On my first day as a medical resident in clinic, one of the patients on my roster was listed as having a chief complaint of “genital rash.” No big deal, I thought to myself. I am a young, progressive, body-positive doctor. Everyone has genitals! I am unfazed by genitals! Let there be a genital jubilee in my clinic! I’ll make s’mores!

But when I walked into the room and saw the patient–a 24-year old guy with not-small shoulders and a great big smile–a policeman, for the love of God–my hands got clammy. I was torn between the urge to flirt and the urge to bolt. But I am a doctor now, so I faked as matronly a smile as I could, and said, “What brings you in today?”

Countertransference is something we discuss mostly as an issue in psychotherapeutic care, but in reality, it happens on every ward of every hospital. In simple terms, it is the projection of the care provider’s needs or feelings onto a patient. When a doctor countertransfers, he or she imagines the patient to play a role in his or her life that is oustide of the role of a patient, often to the detriment of the objective doctor-patient relationship.

Some examples might help illustrate what countertransference is: If a doctor ignores her patient’s complaints because he reminds her of her whiny little brother, that’s countertransference. If a doctor aggressively pursues curative treatment in a dying patient because the doctor himself is afraid of death, that’s countertransference. And if a doctor avoids discussing sexual issues with a smoking hot 24-year old patient because she knows that if they had met outside the clinic, she would be gathering very different data points, and Jesus, why won’t he stop smiling at her–that’s countertransference.

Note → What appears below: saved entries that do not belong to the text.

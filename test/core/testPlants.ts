/**
 * Two invented linear plants for the evidence tests (demo-free, made up for these checks), their
 * logging controllers, a family of candidates defined relative to the logging controller, and the
 * logging controller's stationary state law (for start states "like the logs").
 */
import { stateLaws, type GaussianLaw, type TestController, type TestPlant } from './linearGaussianPlant';

/** Three states in a cascade (the action drives x3, which drives x2, which drives x1). */
export const cascadePlant: TestPlant = {
  n: 3, m: 1, A: [0.9, 0.2, 0, 0, 0.85, 0.2, 0, 0, 0.8], B: [0, 0.1, 1], noiseStd: [0.3, 0.3, 0.3],
  Q: [1, 0, 0, 0, 1, 0, 0, 0, 1], R: [0.1],
};
export const cascadeLogging: TestController = { offset: [0], gain: [-0.3, -0.4, -0.3], std: [0.5] };

/** Two states, lightly damped (a position and a rate). */
export const rotorPlant: TestPlant = {
  n: 2, m: 1, A: [0.95, 0.1, -0.05, 0.9], B: [0, 0.5], noiseStd: [0.2, 0.2], Q: [2, 0, 0, 0.5], R: [0.2],
};
export const rotorLogging: TestController = { offset: [0], gain: [-0.4, -0.6], std: [0.4] };

/** Candidates named by how they differ from the logging controller. */
export function candidateFamily(logging: TestController): [string, TestController][] {
  const scaled = (k: number, s: number, offset = 0): TestController => ({
    offset: logging.offset.map((o, a) => o + offset * logging.std[a]), gain: logging.gain.map((g) => k * g), std: logging.std.map((v) => s * v),
  });
  return [
    ['logged', logging],
    ['tighter (gain ×1.6, dither ×0.8)', scaled(1.6, 0.8)],
    ['gentler (gain ×0.5)', scaled(0.5, 1)],
    ['low dither (×0.2)', scaled(1, 0.2)],
    ['hard (gain ×3, dither ×0.6)', scaled(3, 0.6)],
    ['offset 0.5σ', scaled(1, 1, 0.5)],
    ['offset 1σ', scaled(1, 1, 1)],
    ['offset 2σ', scaled(1, 1, 2)],
  ];
}

/** The logging controller's stationary state law (zero mean), by iterating the exact recursion. */
export function stationaryLaw(plant: TestPlant, logging: TestController): GaussianLaw {
  const zero = { mean: new Float64Array(plant.n), cov: new Float64Array(plant.n * plant.n) };
  return stateLaws(plant, logging, zero, 600).at(-1)!;
}

/** Start laws: the logs' own steady state, nine times its covariance, and shifted by 3 units in every state. */
export function startLaws(plant: TestPlant, logging: TestController): [string, GaussianLaw][] {
  const s = stationaryLaw(plant, logging);
  return [
    ['steady', { mean: new Float64Array(plant.n), cov: s.cov }],
    ['wide', { mean: new Float64Array(plant.n), cov: s.cov.map((v) => 9 * v) }],
    ['offset', { mean: new Float64Array(plant.n).fill(3), cov: s.cov }],
  ];
}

It’s a good thing I’m aware of the issue.

The policeman smiled. He had some bumps, he said. They weren’t itchy or painful or oozing or anything–they were just there. He and his girlfriend were monogamous, so he wasn’t worried about a sexually transmitted infection. But still, could I just look?


Hunky young men need medical care, too, and for better or worse, I occasionally have to provide it to them. It’s inevitable that I will find some patients attractive. Acknowledging this allows me to take note of the times when I need to be exceptionally careful in my workup: Whereas I often allow some elements of the history-taking, physical exam, and diagnostic strategy to be nearly reflexive, I make especially certain with hot patients that I can explain every choice I make. It’s both for their safety and my own.

Although the policeman was without much risk and entirely without symptoms, he wanted to be checked out for sexually transmitted infections. This meant having a look at his junk. I did so, chaperoned per office policy by Dr. B., a [female] attending physician. The patient seemed nervous and uncomfortable during the exam. I probably did, too. But everything looked normal, and a urinalysis was so clean that we didn’t even bother ordering any lab tests. I had him put his pants on and, because he was due for a full physical, asked him to make an appointment to return in a few weeks.

He did, with news: his girlfriend had been cheating on him. This changed things: he was now at greater risk. Even if he had no signs or symptoms of disease, I would need to test him for asymptomatic infections like Chlamydia and HIV. Which meant another look at his junk. I did another, more invasive genital exam, again chaperoned by Dr. B.


In speaking with Dr. B. after examining the patient, I dubbed him “Penis Man.” Given the 1:1 ratio between his office visits and my encounters with his business, I joked, he might be coming to clinic not so much to address health concerns as to have his genitals carefully examined by me. The attending gave me a funny look. “You might be on to something there,” she said. “He sure does smile an awful lot.”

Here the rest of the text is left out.